PROBLEM STATEMENT » Scan the data below and report how many lines include the word "cells". Nothing else is wanted.

(Items from a data source)
--- START ---

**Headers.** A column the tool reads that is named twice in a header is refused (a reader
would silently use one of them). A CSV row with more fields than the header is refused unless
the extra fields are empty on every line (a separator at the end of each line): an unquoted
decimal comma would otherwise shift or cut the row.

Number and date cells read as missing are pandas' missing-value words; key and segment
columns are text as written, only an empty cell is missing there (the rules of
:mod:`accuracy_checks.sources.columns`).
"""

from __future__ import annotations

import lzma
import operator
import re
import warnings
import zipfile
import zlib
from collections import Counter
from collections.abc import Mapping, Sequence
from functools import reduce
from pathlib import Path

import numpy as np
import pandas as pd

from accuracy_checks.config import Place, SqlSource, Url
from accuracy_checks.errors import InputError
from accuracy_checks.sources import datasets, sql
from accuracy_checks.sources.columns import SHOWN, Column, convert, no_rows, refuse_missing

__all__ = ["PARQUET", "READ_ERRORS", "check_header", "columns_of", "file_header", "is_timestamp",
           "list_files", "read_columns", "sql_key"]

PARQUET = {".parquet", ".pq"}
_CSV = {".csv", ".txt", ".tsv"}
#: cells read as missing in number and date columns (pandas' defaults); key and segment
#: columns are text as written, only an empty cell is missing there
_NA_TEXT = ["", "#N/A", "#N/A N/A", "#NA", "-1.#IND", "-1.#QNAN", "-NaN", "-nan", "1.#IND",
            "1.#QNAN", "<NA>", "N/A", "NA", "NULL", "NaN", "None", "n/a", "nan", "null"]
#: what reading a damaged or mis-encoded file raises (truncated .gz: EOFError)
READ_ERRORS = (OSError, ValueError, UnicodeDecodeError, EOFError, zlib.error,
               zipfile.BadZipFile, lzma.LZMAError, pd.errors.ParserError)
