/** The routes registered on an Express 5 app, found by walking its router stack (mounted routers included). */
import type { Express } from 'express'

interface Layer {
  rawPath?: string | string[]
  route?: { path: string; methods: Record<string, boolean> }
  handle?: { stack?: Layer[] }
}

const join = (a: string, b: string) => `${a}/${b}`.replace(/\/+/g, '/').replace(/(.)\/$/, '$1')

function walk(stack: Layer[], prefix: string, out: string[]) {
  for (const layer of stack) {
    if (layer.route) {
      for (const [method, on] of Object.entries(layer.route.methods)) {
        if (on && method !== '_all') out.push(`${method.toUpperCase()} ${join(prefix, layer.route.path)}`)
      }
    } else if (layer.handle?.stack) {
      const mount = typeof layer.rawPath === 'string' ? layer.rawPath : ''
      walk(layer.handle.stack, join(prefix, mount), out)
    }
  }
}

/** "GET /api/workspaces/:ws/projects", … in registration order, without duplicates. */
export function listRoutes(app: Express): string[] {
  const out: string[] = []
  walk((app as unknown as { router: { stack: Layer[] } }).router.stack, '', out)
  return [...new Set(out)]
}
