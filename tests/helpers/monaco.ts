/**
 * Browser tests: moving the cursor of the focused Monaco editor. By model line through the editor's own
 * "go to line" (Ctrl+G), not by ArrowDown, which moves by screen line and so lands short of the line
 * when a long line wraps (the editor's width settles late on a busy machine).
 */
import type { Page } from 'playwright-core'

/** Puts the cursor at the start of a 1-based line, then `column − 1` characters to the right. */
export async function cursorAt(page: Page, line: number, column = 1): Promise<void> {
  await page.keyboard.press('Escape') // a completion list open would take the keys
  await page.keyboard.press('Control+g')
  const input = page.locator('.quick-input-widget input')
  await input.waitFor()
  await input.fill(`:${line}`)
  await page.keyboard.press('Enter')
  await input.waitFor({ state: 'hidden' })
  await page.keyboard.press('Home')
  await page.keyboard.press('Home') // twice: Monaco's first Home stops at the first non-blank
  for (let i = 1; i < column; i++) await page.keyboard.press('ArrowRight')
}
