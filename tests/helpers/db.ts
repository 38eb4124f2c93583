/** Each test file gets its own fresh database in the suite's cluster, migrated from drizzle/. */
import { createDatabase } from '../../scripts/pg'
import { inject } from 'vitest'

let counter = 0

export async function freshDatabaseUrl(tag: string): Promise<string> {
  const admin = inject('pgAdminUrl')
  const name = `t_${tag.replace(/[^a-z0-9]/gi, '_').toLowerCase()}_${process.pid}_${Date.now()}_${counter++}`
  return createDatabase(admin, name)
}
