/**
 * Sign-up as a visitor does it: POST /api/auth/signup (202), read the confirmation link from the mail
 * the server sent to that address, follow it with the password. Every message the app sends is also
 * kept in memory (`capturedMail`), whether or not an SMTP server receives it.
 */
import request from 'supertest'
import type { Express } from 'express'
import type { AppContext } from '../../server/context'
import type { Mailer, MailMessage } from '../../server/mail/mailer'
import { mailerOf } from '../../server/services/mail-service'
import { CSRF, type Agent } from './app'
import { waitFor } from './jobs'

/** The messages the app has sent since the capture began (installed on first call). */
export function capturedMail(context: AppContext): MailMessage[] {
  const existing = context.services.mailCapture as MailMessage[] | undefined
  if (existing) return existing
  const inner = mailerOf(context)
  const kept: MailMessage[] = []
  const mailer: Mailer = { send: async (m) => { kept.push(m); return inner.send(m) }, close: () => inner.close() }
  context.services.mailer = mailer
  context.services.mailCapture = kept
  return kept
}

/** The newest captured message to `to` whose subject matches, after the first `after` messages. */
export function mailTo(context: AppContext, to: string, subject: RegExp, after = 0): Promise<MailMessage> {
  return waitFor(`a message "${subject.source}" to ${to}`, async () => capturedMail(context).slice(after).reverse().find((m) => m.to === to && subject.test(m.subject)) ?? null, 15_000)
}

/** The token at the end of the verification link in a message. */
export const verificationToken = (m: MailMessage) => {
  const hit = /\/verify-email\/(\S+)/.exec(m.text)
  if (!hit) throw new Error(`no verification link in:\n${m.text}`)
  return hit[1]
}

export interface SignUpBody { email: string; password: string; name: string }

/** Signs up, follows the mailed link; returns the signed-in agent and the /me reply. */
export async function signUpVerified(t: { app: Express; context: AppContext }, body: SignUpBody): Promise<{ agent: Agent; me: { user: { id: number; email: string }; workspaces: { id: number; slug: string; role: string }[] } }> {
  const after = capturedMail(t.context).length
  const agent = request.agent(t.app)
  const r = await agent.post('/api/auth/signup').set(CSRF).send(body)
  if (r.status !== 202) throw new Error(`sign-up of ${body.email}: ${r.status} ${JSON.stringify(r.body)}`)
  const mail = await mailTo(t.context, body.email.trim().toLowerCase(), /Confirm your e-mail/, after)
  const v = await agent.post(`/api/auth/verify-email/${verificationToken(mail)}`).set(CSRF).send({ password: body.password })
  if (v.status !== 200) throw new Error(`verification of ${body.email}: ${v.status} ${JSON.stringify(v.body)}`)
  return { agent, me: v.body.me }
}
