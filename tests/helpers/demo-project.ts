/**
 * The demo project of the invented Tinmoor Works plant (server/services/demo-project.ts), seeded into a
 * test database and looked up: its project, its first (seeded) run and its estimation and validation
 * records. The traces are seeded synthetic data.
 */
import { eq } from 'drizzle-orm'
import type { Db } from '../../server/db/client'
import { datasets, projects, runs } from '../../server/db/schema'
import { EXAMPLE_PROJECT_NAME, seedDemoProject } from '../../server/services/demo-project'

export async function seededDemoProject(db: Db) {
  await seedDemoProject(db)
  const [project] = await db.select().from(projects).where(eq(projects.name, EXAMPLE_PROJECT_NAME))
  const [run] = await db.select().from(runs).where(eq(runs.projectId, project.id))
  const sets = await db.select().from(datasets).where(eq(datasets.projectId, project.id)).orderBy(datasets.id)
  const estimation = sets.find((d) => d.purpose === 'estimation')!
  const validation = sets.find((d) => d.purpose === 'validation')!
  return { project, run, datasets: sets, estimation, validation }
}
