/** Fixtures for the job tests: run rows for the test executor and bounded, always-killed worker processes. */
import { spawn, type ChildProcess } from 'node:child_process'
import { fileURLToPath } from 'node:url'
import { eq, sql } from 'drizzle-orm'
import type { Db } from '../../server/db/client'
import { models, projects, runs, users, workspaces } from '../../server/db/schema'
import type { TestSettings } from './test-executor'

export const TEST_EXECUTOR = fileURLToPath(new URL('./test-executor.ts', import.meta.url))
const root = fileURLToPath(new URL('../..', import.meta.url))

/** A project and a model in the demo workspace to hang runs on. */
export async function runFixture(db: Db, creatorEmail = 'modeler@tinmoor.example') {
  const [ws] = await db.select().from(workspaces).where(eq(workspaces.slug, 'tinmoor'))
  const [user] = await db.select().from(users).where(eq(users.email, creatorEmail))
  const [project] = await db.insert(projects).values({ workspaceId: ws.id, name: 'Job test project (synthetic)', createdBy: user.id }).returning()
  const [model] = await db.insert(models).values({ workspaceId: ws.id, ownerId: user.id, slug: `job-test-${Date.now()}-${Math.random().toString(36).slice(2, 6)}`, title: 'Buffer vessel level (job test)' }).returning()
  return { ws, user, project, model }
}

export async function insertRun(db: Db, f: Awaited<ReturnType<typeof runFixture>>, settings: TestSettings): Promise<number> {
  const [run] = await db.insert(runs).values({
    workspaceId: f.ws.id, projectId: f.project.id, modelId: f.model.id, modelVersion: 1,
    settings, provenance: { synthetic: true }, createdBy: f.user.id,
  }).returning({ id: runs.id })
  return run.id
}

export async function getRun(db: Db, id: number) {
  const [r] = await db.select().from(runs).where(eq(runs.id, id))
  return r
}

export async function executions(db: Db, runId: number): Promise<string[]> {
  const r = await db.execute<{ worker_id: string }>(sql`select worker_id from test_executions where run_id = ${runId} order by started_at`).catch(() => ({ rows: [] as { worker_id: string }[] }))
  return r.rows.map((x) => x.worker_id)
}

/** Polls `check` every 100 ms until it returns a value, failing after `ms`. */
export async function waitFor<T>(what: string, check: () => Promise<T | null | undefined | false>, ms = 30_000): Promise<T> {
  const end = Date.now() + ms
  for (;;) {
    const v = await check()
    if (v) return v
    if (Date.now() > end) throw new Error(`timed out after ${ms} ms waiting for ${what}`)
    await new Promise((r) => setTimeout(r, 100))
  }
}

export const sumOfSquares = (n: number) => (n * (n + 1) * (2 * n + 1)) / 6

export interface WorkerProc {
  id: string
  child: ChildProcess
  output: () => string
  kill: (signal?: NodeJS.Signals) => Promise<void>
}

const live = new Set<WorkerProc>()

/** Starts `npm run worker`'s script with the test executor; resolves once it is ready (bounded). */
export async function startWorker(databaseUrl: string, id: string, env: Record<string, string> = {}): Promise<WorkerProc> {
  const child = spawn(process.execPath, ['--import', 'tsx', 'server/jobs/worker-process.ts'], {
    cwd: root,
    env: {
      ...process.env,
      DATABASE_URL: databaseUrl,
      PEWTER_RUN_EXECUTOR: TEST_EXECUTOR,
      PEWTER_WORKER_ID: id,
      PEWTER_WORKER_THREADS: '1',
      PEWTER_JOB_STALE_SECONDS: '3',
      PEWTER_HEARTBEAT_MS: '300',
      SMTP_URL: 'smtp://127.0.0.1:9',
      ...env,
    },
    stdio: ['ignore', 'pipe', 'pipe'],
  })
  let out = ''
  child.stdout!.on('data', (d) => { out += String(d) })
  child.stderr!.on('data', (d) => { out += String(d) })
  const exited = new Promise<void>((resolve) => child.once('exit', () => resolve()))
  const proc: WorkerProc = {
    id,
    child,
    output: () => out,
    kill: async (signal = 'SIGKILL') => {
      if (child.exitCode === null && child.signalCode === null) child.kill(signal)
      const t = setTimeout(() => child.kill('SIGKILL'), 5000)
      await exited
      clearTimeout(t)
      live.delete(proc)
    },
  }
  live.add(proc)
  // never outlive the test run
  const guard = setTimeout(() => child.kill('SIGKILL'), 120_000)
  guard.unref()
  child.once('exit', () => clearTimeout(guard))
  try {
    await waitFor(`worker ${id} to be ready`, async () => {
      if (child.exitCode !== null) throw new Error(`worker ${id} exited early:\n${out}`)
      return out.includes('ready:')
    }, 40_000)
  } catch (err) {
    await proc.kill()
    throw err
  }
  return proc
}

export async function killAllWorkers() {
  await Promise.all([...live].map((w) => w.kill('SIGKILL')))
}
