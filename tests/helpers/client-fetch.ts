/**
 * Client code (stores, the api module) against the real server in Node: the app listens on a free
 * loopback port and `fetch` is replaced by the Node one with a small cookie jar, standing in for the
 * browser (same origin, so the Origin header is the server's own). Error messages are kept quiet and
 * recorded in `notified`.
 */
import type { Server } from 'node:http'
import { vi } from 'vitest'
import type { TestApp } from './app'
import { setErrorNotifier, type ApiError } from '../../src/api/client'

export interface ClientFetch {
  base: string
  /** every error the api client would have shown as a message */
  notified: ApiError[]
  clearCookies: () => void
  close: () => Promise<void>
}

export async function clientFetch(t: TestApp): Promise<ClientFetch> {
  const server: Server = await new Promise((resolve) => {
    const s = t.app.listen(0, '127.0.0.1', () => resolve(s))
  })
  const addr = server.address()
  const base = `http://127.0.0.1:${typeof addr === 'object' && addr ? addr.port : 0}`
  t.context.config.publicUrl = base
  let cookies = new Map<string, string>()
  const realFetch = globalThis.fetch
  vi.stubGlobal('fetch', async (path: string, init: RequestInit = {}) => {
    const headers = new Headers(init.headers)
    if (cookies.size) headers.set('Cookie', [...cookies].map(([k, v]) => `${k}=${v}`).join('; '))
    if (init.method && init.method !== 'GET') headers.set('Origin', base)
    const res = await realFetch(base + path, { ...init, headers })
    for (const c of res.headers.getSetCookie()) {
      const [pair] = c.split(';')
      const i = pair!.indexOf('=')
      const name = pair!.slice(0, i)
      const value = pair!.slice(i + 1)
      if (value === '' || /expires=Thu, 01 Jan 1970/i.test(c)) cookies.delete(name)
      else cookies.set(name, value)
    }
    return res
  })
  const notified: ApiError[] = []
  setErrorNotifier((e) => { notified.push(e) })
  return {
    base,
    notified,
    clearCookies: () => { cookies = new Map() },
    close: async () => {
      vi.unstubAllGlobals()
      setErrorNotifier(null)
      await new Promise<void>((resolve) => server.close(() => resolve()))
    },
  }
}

--- END ---

TASK ANSWER » 2